Jean Raspail, Oczy Ireny, Dębogóra 2015, 328
s.
Najnowsza powieść wybitnego
francuskiego prozaika. Być może ostatnia, ponieważ Raspail ma już 91 lat i w
wywiadach podkreślał, że zbliża się zarówno do swojego twórczego, jak i
życiowego kresu. Książka nazwana przez recenzentów metafizycznym
romansem. Według mnie jest to przede wszystkim metafizyczna podróż po Francji
małych wiosek, zapomnianych miejsc, z dala od multi-kulturowych tłumów
okupujących metropolie takie jak Paryż, Marsylia, czy Nicea. Po Francji, której
już nie ma i raczej w najbliższej przyszłości nie będzie oraz po duszy
ludzkiej, która wciąż jest taka sama.
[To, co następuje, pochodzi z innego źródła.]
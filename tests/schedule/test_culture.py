"""Days of one culture, worked out by hand.

At 25 C the first flies come after 0.93 x 220 h = 204.6 h = 8.5 days, so on day 9; parents are out by day 6 of the table;
grandchildren may come from 2 x 204.6 h + 24 h = 433.2 h on, so day 18 is the last. At 18 C (463.1 h from egg to adult) the
same sums give 430.7 h: day 18; the table's day 10; and 885.4 h: day 36. Day 0 is a Monday.
"""

from __future__ import annotations

import datetime as dt

import pytest

from crossplan.plan.screen import DAYS
from crossplan.rearing.development import Clock
from crossplan.schedule.culture import Biology, Culture, Days, days_of, fits
from crossplan.schedule.week import WorkWeek

MONDAY = dt.date(2027, 3, 1)
WEEK = WorkWeek(MONDAY)
EVERY_DAY = WorkWeek(MONDAY, DAYS)
WARM = Biology(first_flies=9, clear_by=6, stop_collecting=18, keep_virgins=7)
COLD = Biology(first_flies=18, clear_by=10, stop_collecting=36, keep_virgins=14)


def culture(stock: str = "", age_span: int | None = None) -> Culture:
    return Culture("S01", (), stock, 25.0, 2, False, age_span)


def test_whole_days_at_25_and_18_C() -> None:
    assert Biology.at(25.0, Clock()) == WARM
    assert Biology.at(18.0, Clock()) == COLD


def test_a_slower_strain_is_later() -> None:
    # 0.93 x 240 h = 223.2 h = 9.3 days; 2 x 223.2 + 24 = 470.4 h = 19.6 days
    slow = Biology.at(25.0, Clock(240.0))
    assert (slow.first_flies, slow.clear_by, slow.stop_collecting) == (10, 6, 19)


@pytest.mark.parametrize(
    ("set_up", "clear", "collect"),
    [
        (0, 3, (9, 10, 11, 14)),  # Monday: cleared Thursday, flies on Wednesday of next week
        (1, 4, (10, 11, 14, 15)),
        (2, 7, (11, 14, 15, 16)),  # Wednesday: three days on is Saturday, so Monday
        (3, 7, (14, 15, 16, 17)),  # Thursday: first flies on Saturday, taken on Monday
        (4, 7, (14, 15, 16, 17)),
    ],
)
def test_a_week_at_25_C(set_up: int, clear: int, collect: tuple[int, ...]) -> None:
    assert days_of(culture(), set_up, WARM, 3, WEEK) == Days(set_up, clear, collect, collect[-1], set_up + 9)


@pytest.mark.parametrize(
    ("set_up", "clear", "collect"),
    [(0, 3, (18, 21, 22, 23)), (1, 4, (21, 22, 23, 24)), (4, 7, (22, 23, 24, 25))],
)
def test_a_week_at_18_C(set_up: int, clear: int, collect: tuple[int, ...]) -> None:
    assert days_of(culture(), set_up, COLD, 3, WEEK) == Days(
        set_up, clear, collect, collect[-1], set_up + COLD.first_flies
    )


def test_parents_never_stay_longer_than_the_table() -> None:
    days = days_of(culture(), 0, WARM, 10, EVERY_DAY)
    assert days is not None
    assert days.clear == 6


def test_no_set_up_when_nobody_can_clear_in_time() -> None:
    # set up on Friday, the whole next week off: Monday is day 10 after set-up, children are there by then
    off = frozenset(MONDAY + dt.timedelta(days=d) for d in range(7, 12))
    assert days_of(culture(), 4, WARM, 3, WorkWeek(MONDAY, holidays=off)) is None


def test_no_set_up_when_the_first_flies_would_wait_too_long() -> None:
    # first flies on day 9 (Wednesday), nobody there until Monday, day 14: most flies are missed
    off = frozenset(MONDAY + dt.timedelta(days=d) for d in range(9, 12))
    assert days_of(culture(), 0, WARM, 3, WorkWeek(MONDAY, holidays=off)) is None


def test_flies_of_one_age_group_are_collected_close_together() -> None:
    one = days_of(culture(age_span=1), 0, WARM, 3, WEEK)
    assert one is not None
    assert one.collect == (9, 10)
    assert days_of(culture(age_span=1), 2, WARM, 3, WEEK) is None  # Friday and Monday are too far apart
    same_day = days_of(culture(age_span=0), 2, WARM, 3, WEEK)
    assert same_day is not None
    assert same_day.collect == (11,)


def test_virgins_from_a_stock_need_a_generation_on_fresh_food() -> None:
    # set up on Monday, day 14: virgins of Thursday and Friday; fresh food 9 days before Thursday, a Tuesday
    days = days_of(culture("K12-AD"), 14, WARM, 3, WEEK)
    assert days is not None
    assert days.stock_collect == (10, 11)
    assert days.expand == 1
    assert days_of(culture("K12-AD"), 9, WARM, 3, WEEK) is None  # fresh food would have been before the start


def test_a_child_waits_for_its_last_parent_and_not_too_long() -> None:
    parent = Days(0, 3, (9, 10, 11, 14), 14, 9)
    assert not fits(Days(14, 17, (23,), 23, 23), parent, True, WARM)
    assert fits(Days(15, 18, (24,), 24, 24), parent, True, WARM)
    assert fits(Days(16, 19, (25,), 25, 25), parent, True, WARM)
    assert not fits(Days(17, 20, (26,), 26, 26), parent, True, WARM)  # the first virgins are 8 days old
    assert fits(Days(23, 26, (32,), 32, 32), parent, False, WARM)  # fathers keep for two weeks
    assert not fits(Days(24, 27, (33,), 33, 33), parent, False, WARM)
Mamy tu bowiem odwieczne pytania o dobro
i zło, o realną obecność Diabła w świecie, o ludzkie reakcje na kuszenie.
Dodatkowo dostajemy na kartach tej książki kilka smakowitych historii z
przeszłości, które, jak zwykle u tego autora, służą analizie czasów obecnych.
Oczywiście z
zapowiadanym na okładce romansem - w
tle. Raspail w mistrzowskiej formie.